--- Study material ---

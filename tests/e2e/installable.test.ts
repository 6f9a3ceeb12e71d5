import fs from 'node:fs';
import path from 'node:path';
import { describe, expect, it } from 'vitest';
import { distDir, useE2e } from './support';

/** Width and height from a PNG's IHDR chunk (PNG spec, ISO/IEC 15948, 11.2.2). */
function pngSize(file: string): { width: number; height: number } {
  const buf = fs.readFileSync(file);
  expect(buf.subarray(1, 4).toString('ascii')).toBe('PNG');
  return { width: buf.readUInt32BE(16), height: buf.readUInt32BE(20) };
}

const env = useE2e();

describe('installable app', () => {
  // W3C Web App Manifest; Chromium's install criteria: name or short_name, icons of 192 and
  // 512 px, start_url, display standalone/fullscreen/minimal-ui.
  it('has a manifest with what Chromium needs to install the app, and real icons', () => {
    const manifest = JSON.parse(
      fs.readFileSync(path.join(distDir, 'manifest.webmanifest'), 'utf8'),
    );
    expect(manifest.name).toBe('Rackside');
    expect(manifest.short_name).toBeTruthy();
    expect(manifest.start_url).toBe('/today');
    expect(manifest.scope).toBe('/');
    expect(manifest.display).toBe('standalone');
    expect(manifest.theme_color).toMatch(/^#[0-9a-f]{6}$/i);
    expect(manifest.background_color).toMatch(/^#[0-9a-f]{6}$/i);
    for (const [size, purpose] of [
      [192, 'any'],
      [512, 'any'],
      [512, 'maskable'],
    ] as const) {
      const icon = manifest.icons.find(
        (i: { sizes: string; purpose: string }) =>
          i.sizes === `${size}x${size}` && i.purpose === purpose,
      );
      expect(icon, `${size} ${purpose}`).toBeDefined();
      expect(pngSize(path.join(distDir, icon.src))).toEqual({ width: size, height: size });
    }
  });

  it('serves the service worker and page uncached, hashed assets immutable, and never swallows /api', async () => {
    const sw = await fetch(`${env.server.baseUrl}/sw.js`);
    expect(sw.status).toBe(200);
    expect(sw.headers.get('cache-control')).toBe('no-cache');
    const page = await fetch(`${env.server.baseUrl}/animals`, { headers: { Accept: 'text/html' } });
    expect(page.headers.get('cache-control')).toBe('no-cache');
    const html = await page.text();
    const asset = /\/assets\/[\w.-]+\.js/.exec(html)![0];
    expect((await fetch(`${env.server.baseUrl}${asset}`)).headers.get('cache-control')).toContain(
      'immutable',
    );
    const api = await fetch(`${env.server.baseUrl}/api/nothing-here`, {
      headers: { Accept: 'text/html' },
    });
    expect(api.status).toBe(404);
    expect(api.headers.get('content-type')).toContain('application/json');
  });

  it('registers a service worker that precaches the shell and fonts', async () => {
    const context = await env.browser.newContext();
    const page = await context.newPage();
    await page.goto(`${env.server.baseUrl}/sign-in`);
    const cached = await page.evaluate(async () => {
      const reg = await Promise.race([
        navigator.serviceWorker.ready,
        new Promise<null>((r) => setTimeout(() => r(null), 15_000)),
      ]);
      if (!reg) return { active: false, urls: [] as string[] };
      const deadline = Date.now() + 15_000;
      for (;;) {
        const names = await caches.keys();
        const urls: string[] = [];
        for (const name of names)
          for (const req of await (await caches.open(name)).keys())
            urls.push(new URL(req.url).pathname);
        if (urls.some((u) => u.endsWith('.woff2')) || Date.now() > deadline)
          return { active: !!reg.active, urls };
        await new Promise((r) => setTimeout(r, 250));
      }
    });
    expect(cached.active).toBe(true);
    expect(cached.urls).toContain('/index.html');
    expect(cached.urls.some((u) => /nunito-latin-400.*\.woff2$/.test(u))).toBe(true);
    expect(cached.urls.some((u) => u.startsWith('/api'))).toBe(false);
    await context.close();
  });
});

---

# What you have to do:
Every line in the data that holds the string "page" should be copied.

# Task result:
  it('serves the service worker and page uncached, hashed assets immutable, and never swallows /api', async () => {
    const page = await fetch(`${env.server.baseUrl}/animals`, { headers: { Accept: 'text/html' } });
    expect(page.headers.get('cache-control')).toBe('no-cache');
    const html = await page.text();
    const page = await context.newPage();
    await page.goto(`${env.server.baseUrl}/sign-in`);
    const cached = await page.evaluate(async () => {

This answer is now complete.